AI - the Assembly Line Moment for Software
The current wave of AI feels a lot like the moment Henry Ford took
what was essentially custom manufacturing and turned it into a system:
the assembly line.
Before the assembly line, building a car required skilled craftspeople
producing and fitting parts by hand. That work wasn’t “bad”—it was
just expensive, slow, and hard to scale. Ford didn’t eliminate skill.
He moved it. The competitive advantage shifted from individual
craftsmanship to designing the production system: standardization,
sequencing, quality checks, and repeatable throughput.
Software has lived in its craftsmanship era for decades. Great
engineers have been the equivalent of master builders: turning messy
requirements into robust systems with judgment, experience, and a lot
of careful work. That craft still matters. But AI is changing where
the leverage is.
A big portion of software work is highly structured:
- the syntax is defined
- the patterns are repeatable
- there are clear rules for correctness
- feedback is fast (tests pass or fail, builds succeed or break)

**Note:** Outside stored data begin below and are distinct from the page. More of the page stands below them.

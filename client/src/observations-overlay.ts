/**
 * Measured levels on the page: points over the curves (one set per compartment shown, in its
 * colour; a level below the limit drawn hollow at its limit), their tooltip lines (time and
 * clock time, observed, predicted, residual), clock times beside elapsed time, and a short
 * table under the figures. The predictions are the model's, for review, not dosing advice.
 */
import type { ChartDataset, TooltipItem } from 'chart.js';
import type { SimulationResultJson } from '../../models/result/result-format.ts';
import type { ObservationFit } from '../../models/levels/observation.ts';
import { clockLabel } from '../../models/levels/clock.ts';
import { fmt } from '../../models/result/summary-text.ts';
import { h } from './dom.ts';

type Result = SimulationResultJson;

/** A point of the overlay: chart.js's x/y, and the observation it stands for. */
export interface ObservationPoint {
  x: number;
  y: number;
  observation: ObservationFit;
}

/** An overlay dataset is told apart from the curves by this mark. */
const overlayMark = 'tmObservations';

export function isObservationDataset(d: object): boolean {
  return (d as Record<string, unknown>)[overlayMark] === true;
}

/** The clock time of an elapsed time in the result's unit, or null without a clock. */
export function clockTimeOf(result: Result, t: number): string | null {
  const c = result.clock;
  return c ? clockLabel(t * c.hoursPerTimeUnit, c) : null;
}

/** The tooltip title: elapsed time, and the clock time beside it when the result has a clock. */
export function timeTitle(result: Result | null, t: number): string {
  if (!result) return '';
  const clock = clockTimeOf(result, t);
  return `t = ${fmt(t)} ${result.units.time}${clock ? ` · ${clock}` : ''}`;
}

/**
 * One scatter dataset per compartment shown that has observations. On a logarithmic axis a level
 * of 0 cannot be drawn and is left out of the picture (it stays in the table).
 */
export function observationDatasets(result: Result, selected: string[], colourOf: (id: string) => string, log: boolean): ChartDataset<'line', ObservationPoint[]>[] {
  const all = result.observations ?? [];
  const out: ChartDataset<'line', ObservationPoint[]>[] = [];
  for (const id of selected) {
    const mine = all.filter((o) => o.compartment === id);
    if (mine.length === 0) continue;
    const points = mine
      .map((o) => ({ x: o.time, y: (o.belowLimit ? o.limit : o.concentration) ?? NaN, observation: o }))
      .filter((p) => Number.isFinite(p.y) && (!log || p.y > 0));
    const colour = colourOf(id);
    const dataset: ChartDataset<'line', ObservationPoint[]> = {
      label: `${id} — measured`,
      data: points,
      showLine: false,
      borderColor: colour,
      // Hollow (white inside) for a level below the limit, filled for a measured value.
      backgroundColor: points.map((p) => (p.observation.belowLimit ? '#ffffff' : colour)),
      pointBackgroundColor: points.map((p) => (p.observation.belowLimit ? '#ffffff' : colour)),
      pointBorderColor: colour,
      pointBorderWidth: 2,
      pointRadius: 4.5,
      pointHoverRadius: 6,
      pointStyle: 'circle',
      order: -1,
    };
    (dataset as unknown as Record<string, unknown>)[overlayMark] = true;
    out.push(dataset);
  }
  return out;
}

/** The tooltip lines of an observation: observed (or below the limit), predicted, residual, label. */
export function observationLines(result: Result, o: ObservationFit): string[] {
  const u = result.units.concentration;
  const lines = [
    o.belowLimit ? `measured: below the limit ${fmt(o.limit ?? NaN)} ${u}` : `measured: ${fmt(o.concentration ?? NaN)} ${u}`,
    `model: ${fmt(o.predicted)} ${u}`,
  ];
  if (o.residual !== null) lines.push(`residual (measured − model): ${o.residual >= 0 ? '+' : ''}${fmt(o.residual)} ${u}`);
  if (o.subject !== null || o.label !== null) lines.push([o.subject, o.label].filter((x) => x !== null).join(' — '));
  const clock = clockTimeOf(result, o.time);
  // The hovered curve's time may differ from the sample's: the sample's own is given.
  lines.unshift(`${o.compartment} measured at t = ${fmt(o.time)} ${result.units.time}${clock ? ` (${clock})` : ''}`);
  return lines;
}

/** The tooltip label of an item: observation lines for an overlay point, else null (the curve's own label). */
export function overlayLabel(result: Result | null, item: TooltipItem<'line'>): string[] | null {
  if (!result || !isObservationDataset(item.dataset)) return null;
  const point = item.raw as ObservationPoint;
  return observationLines(result, point.observation);
}

/** The clock origin in words, for the figures. */
export function clockNote(result: Result): HTMLElement | null {
  const c = result.clock;
  if (!c) return null;
  const from = c.originFrom === 'first dose' ? 'the first dose given at a date-time' : 'clock.origin';
  const zone = c.zoneGiven ? `times shown at UTC offset ${c.zone === 'Z' ? '+00:00' : c.zone}` : 'times shown in UTC (no clock.zone given)';
  return h('p', { class: 'note', 'data-testid': 'clock-origin' }, `Clock: time 0 is ${clockLabel(0, c)} (from ${from}); ${zone}.`);
}

/** The measured levels beside the model's predictions, with the caution that goes with them. */
export function observationsTable(result: Result, selected: string[]): HTMLElement | null {
  const all = (result.observations ?? []).filter((o) => selected.includes(o.compartment));
  if (all.length === 0) return null;
  const u = result.units;
  // The compartment column only when levels of more than one are shown; the clock time under the elapsed time, to keep the table narrow.
  const several = new Set(all.map((o) => o.compartment)).size > 1;
  const titles = ['Time', ...(several ? ['Compartment'] : []), 'Measured', 'Model', 'Residual'];
  const head = h('tr', {}, ...titles.map((t) => h('th', { scope: 'col' }, t)));
  const body = h('tbody', {});
  for (const o of all) {
    const clock = clockTimeOf(result, o.time);
    body.append(
      h(
        'tr',
        {},
        h('td', {}, `${fmt(o.time)} ${u.time}`, clock ? h('br', {}) : null, clock ? h('small', {}, clock) : null),
        several ? h('td', {}, o.compartment) : null,
        h('td', {}, o.belowLimit ? `< ${fmt(o.limit ?? NaN)}` : fmt(o.concentration ?? NaN)),
        h('td', {}, fmt(o.predicted)),
        h('td', {}, o.residual === null ? '—' : `${o.residual >= 0 ? '+' : ''}${fmt(o.residual)}`),
      ),
    );
    // Whose level and its note on a line of their own, the full width of the table.
    const note = [o.subject, o.label].filter((x) => x !== null).join(' — ');
    if (note) body.append(h('tr', { class: 'level-note' }, h('td', { colspan: String(titles.length) }, h('small', {}, note))));
  }
  return h(
    'section',
    { class: 'cmt-figures', 'aria-labelledby': 'fig-levels', 'data-testid': 'measured-levels' },
    h('h3', { id: 'fig-levels' }, 'Measured levels'),
    h('table', { class: 'fig levels' }, h('caption', {}, `Levels in ${u.concentration}; residual = measured − model`), h('thead', {}, head), body),
    h('p', { class: 'note' }, 'The model values are this simulation\'s predictions at each sample time, for review beside the measurements; they are not dosing advice.'),
  );
}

That structure is why modern AI is so effective here. At a basic
level, these models are exceptionally good at predicting “what comes
next” given constraints. In a domain like code—where the next step is
often strongly implied by conventions, libraries, and tests—AI becomes
a powerful production tool. It can draft functions, write tests,
generate boilerplate, refactor code, and translate requirements into
working scaffolding quickly.
This is why the shift we’re seeing isn’t best described as “developers
being replaced.”
It’s more accurate to say: coding is moving down the value stack.
When production becomes cheaper, the differentiator moves upstream. In
the new software assembly line, the scarce skills look like:
- framing the right problem and success criteria
- defining interfaces and constraints
- designing for security, performance, and maintainability
- creating evaluation systems (tests, monitoring, guardrails, rollback plans)
- integrating tools into real workflows where humans actually operate
And here’s the bigger, under-discussed impact: AI is pushing software
into a mass-production era.
For years, custom software has been a luxury. Plenty of companies have
valuable operational workflows—quoting, onboarding, inventory
handoffs, compliance checklists, routing, approvals—that would benefit
from software. But they couldn’t justify hiring a full engineering
team or paying for bespoke builds. The economics didn’t work.
AI changes that equation.
As the cost of producing “good enough” software drops, more companies
will build internal tools. More niche workflows will get software.
More teams will customize instead of compromise. The winners won’t
simply be the ones who “use AI.” They’ll be the ones who build a
repeatable production system around it: consistent specs, strong QA,
safe deployment, and continuous feedback.
Because when you can produce software faster and cheaper, quality
control becomes the moat.
The assembly line didn’t end manufacturing competition—it intensified
it. It raised the bar on process, reliability, and scale.
That’s exactly what AI is doing to software right now.